Yang C W, Lin H H, Hsieh T Y, Chang W K
Division of Gastroenterology, Department of Internal Medicine, Tri-Service General Hospital, National Defense Medical Center, No 325, Section 2, Cheng-Kung Road, Neihu 11490, Taipei, Taiwan.
BMC Palliat Care. 2015 Nov 5;14:58. doi: 10.1186/s12904-015-0056-5.
Malignant esophageal obstruction leads to dysphagia, deterioration in quality of life, and malnutrition. Traditional bedside nasogastric (NG) tube placement is very difficult under these circumstances. However, endoscopically assisted NG tube placement under fluoroscopic guidance could be an alternative option for establishing palliative enteral nutrition. This study aimed to compare the clinical outcomes of enteral tube feeding and esophageal stenting for patients with malignant esophageal obstruction and a short life expectancy.
Thirty-one patients were divided into 3 groups according to their treatment modality: NG tube (n = 12), esophageal stent group (n = 10), and supportive care with nil per os (NPO) (n = 9). Enteral nutrition, clinical outcomes, length of hospital stay, and median survival were evaluated.

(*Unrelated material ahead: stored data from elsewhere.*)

// The readout charts (recharts, loaded lazily: this module and the library stay out of the first
// page). ISO runs along a log2 axis so every stop is the same width; offsets are linear in stops.
import { CartesianGrid, Line, LineChart, ReferenceLine, ResponsiveContainer, Tooltip, XAxis, YAxis } from 'recharts';
import type { CompareDto, CurvePoint, TestReadoutsDto } from '@midgray/shared';
import { SERIES_COLOURS } from '../palette.ts';
import { formatNumber, formatStopsShort, isoToX, xToIso } from '../readout-format.ts';


interface LineSpec {
  key: string;
  name: string;
  colour: string;
  dashed?: boolean;
}

interface CurveChartProps {
  title: string;
  /** What the chart shows, for people who cannot see it (the table holds every value too). */
  summary: string;
  rows: Array<Record<string, number | null>>;
  axis: 'iso' | 'stops';
  xTicks: number[];
  yLabel: string;
  yUnit?: string;
  lines: LineSpec[];
  threshold?: { value: number; label: string };
  digits?: number;
}

/** One chart in a figure with its caption; x is log2(ISO) or stops. */
function CurveChart({ title, summary, rows, axis, xTicks, yLabel, yUnit = '', lines, threshold, digits = 1 }: CurveChartProps) {
  const formatX = (x: number) => (axis === 'iso' ? String(xToIso(x)) : formatStopsShort(x));
  return (
    <figure className="flex min-w-0 flex-col gap-1">
      <figcaption className="text-sm font-semibold">
        {title}
        {threshold && (
          <span className="ml-2 inline-flex items-center gap-1 text-xs font-normal text-danger">
            <span aria-hidden="true" className="inline-block w-5 border-t-2 border-dashed border-danger" />
            {threshold.label}
          </span>
        )}
      </figcaption>
      {lines.length > 1 && (
        // An HTML legend wraps on narrow screens instead of covering the plot.
        <ul className="flex flex-wrap gap-x-4 gap-y-0.5 text-xs text-ink-soft" aria-hidden="true">
          {lines.map((l) => (
            <li key={l.key} className="inline-flex items-center gap-1.5">
              <span className="inline-block w-5 border-t-2" style={{ borderColor: l.colour, borderTopStyle: l.dashed ? 'dashed' : 'solid' }} />
              {l.name}
            </li>
          ))}
        </ul>
      )}
      <div role="img" aria-label={`${title}. ${summary}${lines.length > 1 ? ` Lines: ${lines.map((l) => l.name).join('; ')}.` : ''}`} className="h-60 w-full min-w-0">
        <ResponsiveContainer width="100%" height="100%">
          <LineChart data={rows} margin={{ top: 8, right: 12, bottom: 18, left: 4 }}>
            <CartesianGrid stroke="#e4e4e0" />
            <XAxis
              dataKey="x"
              type="number"
              domain={['dataMin', 'dataMax']}
              ticks={xTicks}
              tickFormatter={formatX}
              tick={{ fontSize: 11, fill: '#4a4a46' }}
              interval="preserveStartEnd"
              minTickGap={6}
              label={{ value: axis === 'iso' ? 'ISO (log₂ scale: one stop per step)' : 'Stop offset from the reference', position: 'insideBottom', offset: -10, fontSize: 11, fill: '#5f5f5a' }}
            />
            <YAxis tick={{ fontSize: 11, fill: '#4a4a46' }} width={44} label={{ value: yLabel, angle: -90, position: 'insideLeft', fontSize: 11, fill: '#5f5f5a', dy: 40 }} />
            <Tooltip
              labelFormatter={(x) => (axis === 'iso' ? `ISO ${xToIso(Number(x))}` : `${formatStopsShort(Number(x))} stops`)}
              formatter={(value, name) => [value === null || value === undefined ? '—' : `${formatNumber(Number(value), digits)}${yUnit}`, name]}
            />
            {threshold && <ReferenceLine y={threshold.value} stroke="#a3221b" strokeDasharray="5 4" ifOverflow="extendDomain" />}
            {lines.map((l) => (
              <Line key={l.key} dataKey={l.key} name={l.name} stroke={l.colour} strokeWidth={2} strokeDasharray={l.dashed ? '6 4' : undefined} dot={{ r: 3 }} connectNulls isAnimationActive={false} />
            ))}
          </LineChart>
        </ResponsiveContainer>
      </div>
    </figure>
  );
}

const measured = (t: TestReadoutsDto) => t.steps.filter((s) => s.latest?.results);

/** The charts of one test on the Readouts tab. */
export function TestCharts({ test }: { test: TestReadoutsDto }) {
  const steps = measured(test);
  if (!steps.length) return null;
  const { snrThresholdDb, deltaEThreshold } = test.thresholds;
  if (test.readoutKind === 'noise') {
    const rows = steps
      .filter((s) => s.iso)
      .map((s) => {
        const r = s.latest!.results!;
        return r.kind === 'noise' ? { x: isoToX(s.iso!), snr: r.snrDb, chromaA: r.chromaSigmaA, chromaB: r.chromaSigmaB, chroma: r.chromaNoise } : { x: isoToX(s.iso!), snr: null, chromaA: null, chromaB: null, chroma: null };
      })
      .sort((a, b) => a.x - b.x);
    const ticks = rows.map((r) => r.x);
    return (
      <div className="grid gap-4 lg:grid-cols-2">
        <CurveChart
          title="SNR against ISO"
          summary={`Signal-to-noise ratio of linear luma on the region, in dB, for ${rows.length} ISO steps; the dashed line is the ${snrThresholdDb} dB threshold.`}
          rows={rows}
          axis="iso"
          xTicks={ticks}
          yLabel="SNR (dB)"
          yUnit=" dB"
          lines={[{ key: 'snr', name: 'SNR', colour: SERIES_COLOURS[0] }]}
          threshold={{ value: snrThresholdDb, label: `threshold ${snrThresholdDb} dB` }}
        />
        <CurveChart
          title="Chroma noise against ISO"
          summary="Standard deviation of a* and of b* on the region (CIELAB units), and their combination, per ISO step."
          rows={rows}
          axis="iso"
          xTicks={ticks}
          yLabel="σ (CIELAB)"
          digits={2}
          lines={[
            { key: 'chroma', name: '√(σa*² + σb*²)', colour: SERIES_COLOURS[0] },
            { key: 'chromaA', name: 'σ a*', colour: SERIES_COLOURS[1], dashed: true },
            { key: 'chromaB', name: 'σ b*', colour: SERIES_COLOURS[2], dashed: true },
          ]}
        />
      </div>
    );
  }
  const rows = steps
    .filter((s) => s.offsetStops !== null)
    .map((s) => {
      const r = s.latest!.results!;
      return r.kind === 'recovery'
        ? { x: s.offsetStops!, mean: r.meanDeltaE, p95: r.p95DeltaE, clipped: r.clippedFraction * 100, crushed: r.crushedFraction * 100 }
        : { x: s.offsetStops!, mean: null, p95: null, clipped: null, crushed: null };
    })
    .sort((a, b) => a.x - b.x);
  const ticks = rows.map((r) => r.x);
  return (
    <div className="grid gap-4 lg:grid-cols-2">
      <CurveChart
        title="ΔE00 against stop offset"
        summary={`Mean and 95th-percentile CIEDE2000 of each recovered frame against the 0-stop frame; the dashed line is the ${deltaEThreshold} threshold.`}
        rows={rows}
        axis="stops"
        xTicks={ticks}
        yLabel="ΔE00"
        digits={2}
        lines={[
          { key: 'mean', name: 'mean ΔE00', colour: SERIES_COLOURS[0] },
          { key: 'p95', name: '95th percentile', colour: SERIES_COLOURS[1], dashed: true },
        ]}
        threshold={{ value: deltaEThreshold, label: `threshold ${deltaEThreshold}` }}
      />
      <CurveChart
        title="Clipped and crushed against stop offset"
        summary="Share of pixels of each recovered frame with a channel at full scale (clipped) or luma at the floor (crushed), in percent."
        rows={rows}
        axis="stops"
        xTicks={ticks}
        yLabel="pixels (%)"
        yUnit=" %"
        digits={2}
        lines={[
          { key: 'clipped', name: 'clipped', colour: SERIES_COLOURS[0] },
          { key: 'crushed', name: 'crushed', colour: SERIES_COLOURS[1], dashed: true },
        ]}
      />
    </div>
  );
}

/** Rows for a compare chart: one row per x, one column per test (null where a test has no point). */
function mergeSeries(cmp: CompareDto, xOf: (p: CurvePoint) => number | null, yOf: (p: CurvePoint) => number | null) {
  const byX = new Map<number, Record<string, number | null>>();
  cmp.series.forEach((s, i) => {
    for (const p of s.points) {
      const x = xOf(p);
      const y = yOf(p);
      if (x === null || y === null) continue;
      const key = Math.round(x * 1e6) / 1e6;
      const row = byX.get(key) ?? { x: key };
      row[`s${i}`] = y;
      byX.set(key, row);
    }
  });
  return [...byX.values()].sort((a, b) => a.x! - b.x!);
}

/** The compare page's charts: every picked test's curve on the same axes. */
export function CompareCharts({ compare }: { compare: CompareDto }) {
  const lines = compare.series.map((s, i) => ({ key: `s${i}`, name: `${s.test.episodeTitle} — ${s.test.name}`, colour: SERIES_COLOURS[i % SERIES_COLOURS.length], dashed: i >= SERIES_COLOURS.length }));
  const { snrThresholdDb, deltaEThreshold } = compare.thresholds;
  if (compare.readoutKind === 'noise') {
    const isoX = (p: CurvePoint) => (p.iso ? isoToX(p.iso) : null);
    const snr = mergeSeries(compare, isoX, (p) => p.snrDb);
    const chroma = mergeSeries(compare, isoX, (p) => p.chromaNoise);
    return (
      <div className="grid gap-4 lg:grid-cols-2">
        <CurveChart title="SNR against ISO" summary={`SNR of each test per ISO step; the dashed line is the ${snrThresholdDb} dB threshold.`} rows={snr} axis="iso" xTicks={snr.map((r) => r.x!)} yLabel="SNR (dB)" yUnit=" dB" lines={lines} threshold={{ value: snrThresholdDb, label: `threshold ${snrThresholdDb} dB` }} />
        <CurveChart title="Chroma noise against ISO" summary="√(σa*² + σb*²) of each test per ISO step, CIELAB units." rows={chroma} axis="iso" xTicks={chroma.map((r) => r.x!)} yLabel="σ (CIELAB)" digits={2} lines={lines} />
      </div>
    );
  }
  const offX = (p: CurvePoint) => p.offsetStops;
  const de = mergeSeries(compare, offX, (p) => p.meanDeltaE);
  const clipped = mergeSeries(compare, offX, (p) => (p.clippedFraction === null || p.crushedFraction === null ? null : (p.clippedFraction + p.crushedFraction) * 100));
  return (
    <div className="grid gap-4 lg:grid-cols-2">
      <CurveChart title="Mean ΔE00 against stop offset" summary={`Mean CIEDE2000 against each test's 0-stop frame; the dashed line is the ${deltaEThreshold} threshold.`} rows={de} axis="stops" xTicks={de.map((r) => r.x!)} yLabel="ΔE00" digits={2} lines={lines} threshold={{ value: deltaEThreshold, label: `threshold ${deltaEThreshold}` }} />
      <CurveChart title="Clipped + crushed against stop offset" summary="Share of pixels clipped or crushed in each recovered frame, in percent." rows={clipped} axis="stops" xTicks={clipped.map((r) => r.x!)} yLabel="pixels (%)" yUnit=" %" digits={2} lines={lines} />
    </div>
  );
}
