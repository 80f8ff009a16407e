// Draw the measuring rectangle on a frame: drag on the picture (mouse, pen or touch), or type the
// edges in percent. The region is saved per test in fractions of the frame, so every step (and
// any frame size) is measured on the same patch.
import { useEffect, useRef, useState, type PointerEvent } from 'react';
import type { ReadoutGrid, ReadoutRegion } from '@midgray/shared';
import { Button } from '../../../components/ui/button.tsx';
import { TextField } from '../../../components/ui/field.tsx';

/** The centre tenth (the server's default when no region is saved), for drawing it. */
export const CENTRE_TENTH: ReadoutRegion = { x: 0.45, y: 0.45, w: 0.1, h: 0.1 };

const clamp = (v: number) => Math.min(1, Math.max(0, v));
const round4 = (v: number) => Math.round(v * 10_000) / 10_000;

/** The rectangle spanned by two corners (fractions), kept inside the frame and at least 0.5 % each way. */
export function regionFromCorners(a: { x: number; y: number }, b: { x: number; y: number }): ReadoutRegion {
  const x0 = clamp(Math.min(a.x, b.x));
  const y0 = clamp(Math.min(a.y, b.y));
  const x1 = clamp(Math.max(a.x, b.x));
  const y1 = clamp(Math.max(a.y, b.y));
  const w = Math.max(0.005, x1 - x0);
  const h = Math.max(0.005, y1 - y0);
  return { x: round4(Math.min(x0, 1 - w)), y: round4(Math.min(y0, 1 - h)), w: round4(w), h: round4(h) };
}

interface RegionPickerProps {
  /** The frame to draw on (a JPEG preview). */
  src: string;
  alt: string;
  /** The saved region (null: centre tenth). */
  saved: ReadoutRegion | null;
  grid: ReadoutGrid | null;
  canEdit: boolean;
  saving: boolean;
  onSave: (region: ReadoutRegion | null) => void;
}

export function RegionPicker({ src, alt, saved, grid, canEdit, saving, onSave }: RegionPickerProps) {
  const [draft, setDraft] = useState<ReadoutRegion | null>(saved);
  const [failed, setFailed] = useState(false);
  const start = useRef<{ x: number; y: number } | null>(null);
  const box = useRef<HTMLDivElement>(null);
  useEffect(() => setDraft(saved), [saved]);
  const shown = draft ?? CENTRE_TENTH;
  const changed = JSON.stringify(draft) !== JSON.stringify(saved);

  const at = (e: PointerEvent) => {
    const r = box.current!.getBoundingClientRect();
    return { x: clamp((e.clientX - r.left) / r.width), y: clamp((e.clientY - r.top) / r.height) };
  };
  const onDown = (e: PointerEvent) => {
    if (!canEdit) return;
    e.currentTarget.setPointerCapture(e.pointerId);
    start.current = at(e);
  };
  const onMove = (e: PointerEvent) => {
    if (start.current) setDraft(regionFromCorners(start.current, at(e)));
  };
  const onUp = (e: PointerEvent) => {
    if (start.current) setDraft(regionFromCorners(start.current, at(e)));
    start.current = null;
  };
  const pct = (v: number) => `${(v * 100).toFixed(1)}`;
  const setEdge = (key: keyof ReadoutRegion, text: string) => {
    const v = Number(text) / 100;
    if (!Number.isFinite(v)) return;
    const next = { ...shown, [key]: round4(clamp(v)) };
    if (next.x + next.w > 1) next.w = round4(1 - next.x);
    if (next.y + next.h > 1) next.h = round4(1 - next.y);
    if (next.w > 0 && next.h > 0) setDraft(next);
  };

  return (
    <div className="flex flex-col gap-3">
      <div
        ref={box}
        className={`relative w-full max-w-[720px] touch-none overflow-hidden rounded-md border border-line bg-ink/90 select-none ${canEdit ? 'cursor-crosshair' : ''} ${failed ? 'min-h-40' : ''}`}
        onPointerDown={onDown}
        onPointerMove={onMove}
        onPointerUp={onUp}
      >
        {failed ? (
          <p className="p-4 text-sm text-white/85">The frame could not be shown; the region can still be typed below.</p>
        ) : (
          <img src={src} alt={alt} className="pointer-events-none block h-auto w-full" draggable={false} onError={() => setFailed(true)} />
        )}
        <div
          aria-hidden="true"
          className="pointer-events-none absolute border-2 border-[#ffcc33] shadow-[0_0_0_9999px_rgba(0,0,0,0.35)]"
          style={{ left: `${shown.x * 100}%`, top: `${shown.y * 100}%`, width: `${shown.w * 100}%`, height: `${shown.h * 100}%` }}
        >
          {grid &&
            Array.from({ length: grid.cols * grid.rows }, (_, i) => (
              <span
                key={i}
                className={`absolute border border-[#ffcc33]/60 ${grid.patch === i ? 'bg-[#ffcc33]/30' : ''}`}
                style={{ left: `${((i % grid.cols) / grid.cols) * 100}%`, top: `${(Math.floor(i / grid.cols) / grid.rows) * 100}%`, width: `${100 / grid.cols}%`, height: `${100 / grid.rows}%` }}
              />
            ))}
        </div>
      </div>
      <p className="text-xs text-ink-muted">
        {draft ? 'Measured on the yellow rectangle.' : 'No region saved: every step is measured on the centre tenth of the frame (shown).'}{' '}
        {canEdit ? 'Drag on the frame to draw a new one, or type its edges.' : 'Editors and admins set the region.'}
      </p>
      {canEdit && (
        <fieldset className="flex flex-wrap items-end gap-2">
          <legend className="sr-only">Region in percent of the frame</legend>
          {(['x', 'y', 'w', 'h'] as const).map((k) => (
            <TextField
              key={`${k}-${shown[k]}`}
              label={{ x: 'Left (%)', y: 'Top (%)', w: 'Width (%)', h: 'Height (%)' }[k]}
              type="number"
              inputMode="decimal"
              step="0.1"
              min={0}
              max={100}
              defaultValue={pct(shown[k])}
              onBlur={(e) => setEdge(k, e.target.value)}
              className="w-24"
            />
          ))}
          <Button variant="primary" disabled={!changed || saving} onClick={() => onSave(draft)}>
            {saving ? 'Saving…' : 'Save region'}
          </Button>
          <Button variant="ghost" disabled={saving || saved === null} onClick={() => onSave(null)}>
            Use centre tenth
          </Button>
        </fieldset>
      )}
    </div>
  );
}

There were no significant baseline differences among the groups, except in age. The tube and stent groups had significantly higher enteral calorie intake (p = 0.01), higher serum albumin (p < 0.01), shorter hospital stay (p = 0.01), and longer median survival (p < 0.01) than the NPO group. The incidence of dislodgement in the tube group was significantly higher than in the stent group (58% vs. 20%, respectively; p = 0.01). However, stenting costs more than NG tube placement.
Palliative enteral feeding by NG tube is safe, inexpensive, and has a low complication rate. Endoscopically assisted NG tube placement under fluoroscopic guidance could be a feasible palliative option for malignant esophageal obstruction for patients who have a short life expectancy.
恶性食管梗阻会导致吞咽困难、生活质量下降和营养不良。在这种情况下,传统的床边鼻胃管放置非常困难。然而,在荧光透视引导下进行内镜辅助鼻胃管放置可能是建立姑息性肠内营养的一种替代选择。本研究旨在比较肠内管饲和食管支架置入术对预期寿命较短的恶性食管梗阻患者的临床疗效。
31例患者根据治疗方式分为3组:鼻胃管组(n = 12)、食管支架组(n = 10)和禁食支持治疗组(n = 9)。评估肠内营养、临床疗效、住院时间和中位生存期。
除年龄外,各组间基线无显著差异。与禁食支持治疗组相比,鼻胃管组和支架组的肠内热量摄入显著更高(p = 0.01)、血清白蛋白水平更高(p < 0.01)、住院时间更短(p = 0.01)、中位生存期更长(p < 0.01)。鼻胃管组的移位发生率显著高于支架组(分别为58%和20%;p = 0.01)。然而,支架置入的费用高于鼻胃管放置。
鼻胃管姑息性肠内喂养安全、廉价且并发症发生率低。在荧光透视引导下进行内镜辅助鼻胃管放置对于预期寿命较短的恶性食管梗阻患者可能是一种可行的姑息治疗选择。